Only the lines below starting at the one containing "import java.util.Optional;" and ending at the one containing "import java.util.HashMap;" belong in the answer, each copied exactly.

*Task inputs*
....

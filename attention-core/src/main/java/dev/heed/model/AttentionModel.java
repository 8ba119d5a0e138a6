package dev.heed.model;

import dev.heed.attention.KernelOptions;
import dev.heed.attention.PathCosts;
import dev.heed.graph.AttentionPattern;
import dev.heed.graph.CompletePattern;
import dev.heed.graph.CsrGraph;
import dev.heed.graph.GraphPolicies;
import dev.heed.graph.NeighbourRows;
import java.util.HashSet;
import java.util.List;
import java.util.Objects;
import java.util.Optional;
import java.util.Set;
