package dev.heed.live;

import static org.junit.jupiter.api.Assertions.assertArrayEquals;
import static org.junit.jupiter.api.Assertions.assertEquals;
import static org.junit.jupiter.api.Assertions.assertThrows;
import static org.junit.jupiter.api.Assertions.assertTrue;
import static org.junit.jupiter.api.Assertions.fail;

import dev.heed.graph.CsrGraph;
import dev.heed.graph.CsrGraphBuilder;
import dev.heed.graph.DirectionPolicy;
import dev.heed.graph.DuplicatePolicy;
import dev.heed.graph.SelfLoopPolicy;
import java.util.ArrayList;
import java.util.Arrays;
import java.util.HashMap;
import java.util.List;
import java.util.Map;
import java.util.SplittableRandom;
import java.util.TreeMap;
import java.util.TreeSet;
import java.util.stream.Stream;
import org.junit.jupiter.params.ParameterizedTest;
import org.junit.jupiter.params.provider.Arguments;
import org.junit.jupiter.params.provider.MethodSource;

....

*Reply to the task*
import java.util.Optional;
import java.util.Set;
package dev.heed.live;

import static org.junit.jupiter.api.Assertions.assertArrayEquals;
import static org.junit.jupiter.api.Assertions.assertEquals;
import static org.junit.jupiter.api.Assertions.assertThrows;
import static org.junit.jupiter.api.Assertions.assertTrue;
import static org.junit.jupiter.api.Assertions.fail;

import dev.heed.graph.CsrGraph;
import dev.heed.graph.CsrGraphBuilder;
import dev.heed.graph.DirectionPolicy;
import dev.heed.graph.DuplicatePolicy;
import dev.heed.graph.SelfLoopPolicy;
import java.util.ArrayList;
import java.util.Arrays;
import java.util.HashMap;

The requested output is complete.